The spontaneity of different types of mass movements ranges from permanent landslides to sudden movements (Dikau and Glade 2002). Given the high number of landslides that occurred during the period of extreme precipitation, it is reasonable to assume that they were mainly sudden movements triggered by precipitation. However, Baden-Württemberg has a number of locations that have been affected by landslides in the past and that have already been reactivated or run the risk of being reactivated in the future (Brodbeck 2012).

The fourth hazard characteristic is limitation to space, which describes the extent to which hazards and their impacts are concentrated in space. In general, the spatial impacts of extreme precipitation affect regions as well as global areas (Bloetzer 1998). The spatial impact of the “low Middle Europe” was high due to its stability over time (Khazai et al. 2013). Compared to other areas in Germany affected by the same extreme precipitation, floods in Baden-Württemberg were strongly limited in space. For instance, the floods in the Rhine catchment mainly affected the region hit by precipitation. In contrast, the floods occurring in the Elbe and Danube catchments concerned much larger regions. The spatial extent of precipitation impacts varied according to the precipitation rate along the course of the rivers and tributaries. Floodwater events may be either secondary hazards of extreme precipitation in a region, or secondary hazards of extreme precipitation upstream of a river. Overall, the Rhine catchment, which covers large parts of Baden-Württemberg, had lower flow rates in May and June 2013 than the catchments of the Danube and Elbe (Schröter et al. 2013). One major reason is that the upper catchment area of the Neckar, as the main tributary to the Rhine River, is situated in Baden-Württemberg. Thus, inflow from other regions with extreme precipitation remains low. While generally all types of landslides are characterized by a strong limitation to space (Egli 1996), in this case there was an obvious clustering of landslide-caused road incidents in the areas southeast of Stuttgart, northeast of Konstanz, and in the northeastern part of Baden-Württemberg (see upper right map in Fig. 4). Such clusters of small-scale hazards in one area can have similar effects on road infrastructure functionality as one larger-scale hazard in the same area.

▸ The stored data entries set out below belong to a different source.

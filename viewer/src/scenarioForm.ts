/**
 * The scenario panel: tissue, mechanism, growth, start and clock, as a form
 * that writes a scenario (the same YAML the command line runs), with live
 * checks of every formula. A text mode takes any scenario as written.
 */
import { stringify } from 'yaml';
import { SHAPES } from '../../meshes/shapes/index.ts';
import { MODELS } from '../../solver/kinetics/models/index.ts';
import { parseFormula } from '../../solver/kinetics/parseFormula.ts';
import type { Scenario } from '../../solver/scenario/Scenario.ts';
import { el } from './dom.ts';

export interface OpenedMesh {
  name: string;
  vertices: number;
}

const CUSTOM = 'own formulas';

/** A sensible end time for a model: 10 000 of its suggested steps. */
const defaultEnd = (model: string) => 10_000 * (MODELS[model]?.suggestedStep ?? 1);
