/** Collapse edges shorter than `lo` (an independent set), keeping boundaries, topology and orientation. */
function collapseShort(p: number[], tris: number[], lo: number, hi: number, cosCrease: number): { tris: number[]; collapses: number } {
  const nV = p.length / 3;
  const { ev, ef } = edgesOf(tris, nV);
  const { offsets, nb, boundary: open, faceOffsets, vf } = adjacency(tris, nV, ev, ef);
  // boundary and crease vertices stay put, and only edges along them may take one into another
  const crease = creases(p, tris, ev, ef, cosCrease);
  const boundary = open.map((b, v) => b | crease.vertex[v]);
  // feature edges per vertex: 2 along a boundary or crease, more at a corner (which never moves)
  const featureDegree = new Uint8Array(nV);
  for (let e = 0; e < ev.length / 2; e++) if (ef[2 * e + 1] < 0 || crease.edge[e]) { featureDegree[ev[2 * e]]++; featureDegree[ev[2 * e + 1]]++; }
  const short: number[] = [], lengths: number[] = [];
  for (let e = 0; e < ev.length / 2; e++) {
    const l = dist(p, ev[2 * e], ev[2 * e + 1]);
    if (l < lo) { short.push(e); lengths.push(l); }
  }
  const order = Uint32Array.from(short.keys()).sort((x, y) => lengths[x] - lengths[y]).map((k) => short[k]);
  const locked = new Uint8Array(nV);
  const remap = new Int32Array(nV);
  for (let i = 0; i < nV; i++) remap[i] = i;
  let collapses = 0;
  const mark = new Int32Array(nV).fill(-1);
  for (const e of order) {
    let a = ev[2 * e], b = ev[2 * e + 1];
    if (locked[a] || locked[b]) continue;
    const onBoundary = ef[2 * e + 1] < 0 || crease.edge[e] === 1;
    if (boundary[a] && boundary[b] && !onBoundary) continue; // would pinch the surface
    if (boundary[b] && !boundary[a]) [a, b] = [b, a]; // keep the boundary vertex where it is
    if (featureDegree[b] > 2) {
      if (featureDegree[a] > 2) continue; // two corners
      [a, b] = [b, a]; // keep the corner
    }
    if (offsets[a + 1] - offsets[a] <= 3 || offsets[b + 1] - offsets[b] <= 3) continue;
    const keep = boundary[a];
    const target = keep ? [p[3 * a], p[3 * a + 1], p[3 * a + 2]] : [0, 1, 2].map((d) => 0.5 * (p[3 * a + d] + p[3 * b + d]));
    // link condition: the endpoints share exactly the vertices opposite the edge (the lists read through
    // the collapses this pass already made, so only the collapsed pair itself need be locked)
    for (let q = offsets[a]; q < offsets[a + 1]; q++) mark[remap[nb[q]]] = e;
    let common = 0;
    for (let q = offsets[b]; q < offsets[b + 1]; q++) {
      const w = remap[nb[q]];
      if (mark[w] === e) { common++; mark[w] = -1; }
    }
    if (common !== (ef[2 * e + 1] < 0 ? 1 : 2)) continue;
    // no edge of the new star longer than hi
    let ok = true;
    for (const v of [a, b]) {
      for (let q = offsets[v]; q < offsets[v + 1] && ok; q++) {
        const n = remap[nb[q]];
        if (n === a || n === b) continue;
        if (Math.hypot(target[0] - p[3 * n], target[1] - p[3 * n + 1], target[2] - p[3 * n + 2]) > hi) ok = false;
      }
    }
    if (!ok) continue;
    // no triangle turned over
    for (const v of [a, b]) {
      for (let q = faceOffsets[v]; q < faceOffsets[v + 1] && ok; q++) {
        const f = vf[q];
        const t = [remap[tris[3 * f]], remap[tris[3 * f + 1]], remap[tris[3 * f + 2]]];
        if ((t.includes(a) && t.includes(b)) || t[0] === t[1] || t[1] === t[2] || t[2] === t[0]) continue;
        const before = normalOf(p, t[0], t[1], t[2]);
        const after = normalOf(p, t[0], t[1], t[2], { v, x: target[0], y: target[1], z: target[2] });
        const dot = before[0] * after[0] + before[1] * after[1] + before[2] * after[2];
        if (!(dot > 0.1 * Math.hypot(...before) * Math.hypot(...after))) ok = false;
      }
    }
    if (!ok) continue;
    remap[b] = a;
    p[3 * a] = target[0]; p[3 * a + 1] = target[1]; p[3 * a + 2] = target[2];
    locked[a] = 1;
    locked[b] = 1;
    collapses++;
  }
  if (!collapses) return { tris, collapses };
  const out: number[] = [];
  for (let f = 0; f < tris.length / 3; f++) {
    const a = remap[tris[3 * f]], b = remap[tris[3 * f + 1]], c = remap[tris[3 * f + 2]];
    if (a !== b && b !== c && c !== a) out.push(a, b, c);
  }
  return { tris: out, collapses };
}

The last characteristic is the possibility to intervene (Egli 1996). This explicitly excludes adaptive and other measures in the infrastructure or social system to avoid or reduce possible negative impacts of natural hazards. In contrast, Egli refers to the possibility of intervening at the root of a natural hazard in the natural environment system. With respect to extreme precipitation, this possibility is discussed in the context of climate change mitigation, but this goes beyond the scope of this case study. The possibility to intervene in the case of floods is limited to middle- and long-term measures such as land use measures (Kalantari et al. 2014), as long as their aim is to improve the water retention capacity of a river that is at the root of flooding. If the land use change aims at leaving high-risk areas, it is adaptation. This example shows that the modification of underlying trigger processes, notably extreme events, is complex and not always easy to distinguish from adaptation (Egli 1996; Smith 2004). With respect to landslides, the possibility to intervene through measures at the hazard’s root is limited. Protection measures include drainages and geotechnical constructions that change the rock movement processes (Smith 2013) to prevent rockfalls and shallow landslides. In contrast to changing these root causes, adaptation measures would be to accept mass movements in a certain area and change road alignment. Generally, large rockslides are difficult to stop by intervening at the root cause.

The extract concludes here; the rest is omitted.